First of all, no need to panic. You are FAR from the first person to find themselves in this situation.

Everything you need to know about filing from overseas is here: https://www.irs.gov/pub/irs-pdf/p54.pdf
(OK, maybe not absolutely everything, but it will certainly get you started...)

And then, https://www.irs.gov/Individuals/Int...-Taxpayers-Residing-Outside-the-United-States which is a sort of codification of what used to be standard operating policy in situations like this. Basically you file current year plus 3 back years (in this case, 2014, 2013 and 2012) plus 6 years of back FBARs (now FinCEN 114) and as long as you don't owe much, you're off the hook. (Just don't forget to keep filing going forward.)
Cheers,
Bev


----------



## UKSpark (Jan 17, 2016)

Its like a warm blanket to know there's a group THIS supportive, thank you.

I'm no tax wiz, can anyone advise of a qualified individual whom could advise ME when filing these returns?


----------



## Bevdeforges (Nov 16, 2007)

There are a couple of forum members who are tax advisers, and who advertise in the Classifieds sections. (They are not allowed to solicit business on the message boards.) Most of them are Internet based businesses, but you can at least check out their posts and contact them via PMs if you want to "get to know them" a bit before parting with your money for their counsel.

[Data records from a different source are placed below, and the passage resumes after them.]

def build_sheet(patch: Patch) -> Sheet:
    """Packages, connections, bill of materials and notes for ``patch``."""
    packages = assign_packages(patch)
    decoupling = _decoupling_refs(patch, packages)
    notes = []
    if decoupling:
        notes.append("The patch has no capacitor across the supply: fit a 100 nF ceramic "
                     "capacitor across pins 14 and 7 of each package ("
                     + ", ".join(f"{ref} on {name}" for ref, name in zip(decoupling, packages))
                     + "), as close to the pins as you can.")
    spares = {name: package.free_letters() for name, package in packages.items()
              if package.free_letters()}
    if spares:
        notes.append("Tie the input of every spare gate to gnd and leave its output open: a "
                     "floating CMOS input drifts through the switching point, draws current "
                     "and can oscillate (" + "; ".join(
                         f"{name}: pins {', '.join(str(PINS[letter][0]) for letter in letters)}"
                         for name, letters in spares.items()) + ").")
    signals = [f"{part.ref}: {part.values.get('wave', part.kind)} between "
               f"{' and '.join(part.nets[REGISTRY[part.kind].terminals[0][0]])}: a test signal "
               "in the patch; on the board, connect your own source here"
               for part in patch.parts.values()
               if REGISTRY[part.kind].outputs and not REGISTRY[part.kind].inputs]
    return Sheet(patch=patch.name, supply_volts=float(patch.supply.values["volts"]),
                 packages=packages, nets=net_connections(patch, packages, decoupling),
                 bom=bill_of_materials(patch, packages, decoupling), notes=notes,
                 test_signals=signals)


def bom_csv(sheet: Sheet) -> str:
    """The bill of materials as CSV text (header row first)."""
    buffer = io.StringIO()
    writer = csv.writer(buffer, lineterminator="\n")
    writer.writerow(["kind", "value", "code", "series", "count", "refs", "recommended", "note"])
    for line in sheet.bom:
        writer.writerow([line.kind, line.value, line.code, line.series, line.count,
                         " ".join(line.refs), "yes" if line.recommended else "", line.note])
    return buffer.getvalue()


def sheet_markdown(sheet: Sheet, cautions: tuple[str, ...] = ()) -> str:
    """The build sheet as Markdown: packages pin by pin, nets, parts, notes, cautions."""
    out = [f"# Build sheet: {sheet.patch}", "",
           f"Supply: {format_quantity(sheet.supply_volts, 'V')} battery (rails vdd and gnd).", ""]
    for name, package in sheet.packages.items():
        out += [f"## {name}: {PACKAGE_NAME}", "", "| pin | what | connect to |",
                "|---:|---|---|"]
        out += [f"| {pin} | {what} | {net} |" for pin, what, net in pin_table(package)]
        out.append("")
    out += ["## Connections, net by net", "", "| net | connect together |", "|---|---|"]
    out += [f"| {net} | {', '.join(ends)} |" for net, ends in sheet.nets.items()]
    out += ["", "## Bill of materials", "",
            "| kind | value | code | series | count | refs | note |",
            "|---|---|---|---|---:|---|---|"]
    for line in sheet.bom:
        note = ("recommended; " if line.recommended else "") + line.note
        out.append(f"| {line.kind} | {line.value} | {line.code} | {line.series} | "
                   f"{line.count} | {' '.join(line.refs)} | {note.strip('; ')} |")
    out.append("")
    if sheet.test_signals:
        out += ["## Test signals (not parts to buy)", ""]
        out += [f"- {text}" for text in sheet.test_signals]
        out.append("")
    if sheet.notes:
        out += ["## Notes", ""]
        out += [f"- {text}" for text in sheet.notes]
        out.append("")
    if cautions:
        out += ["## Cautions", ""]
        out += [f"- {text}" for text in cautions]
        out.append("")
    return "\n".join(out)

Otherwise, you can check with some of the US expat groups to see who people there use. (I'm most familiar with the various women's groups in the London area.) Or check the website for the Enrolled Agents - NAEA | Powering America's Tax Experts On the menu at the top of the page on their home page, where it says Find an EA, you can search based on country for EAs based outside the US. Again, many of them work over the Internet.
Cheers,
Bev


----------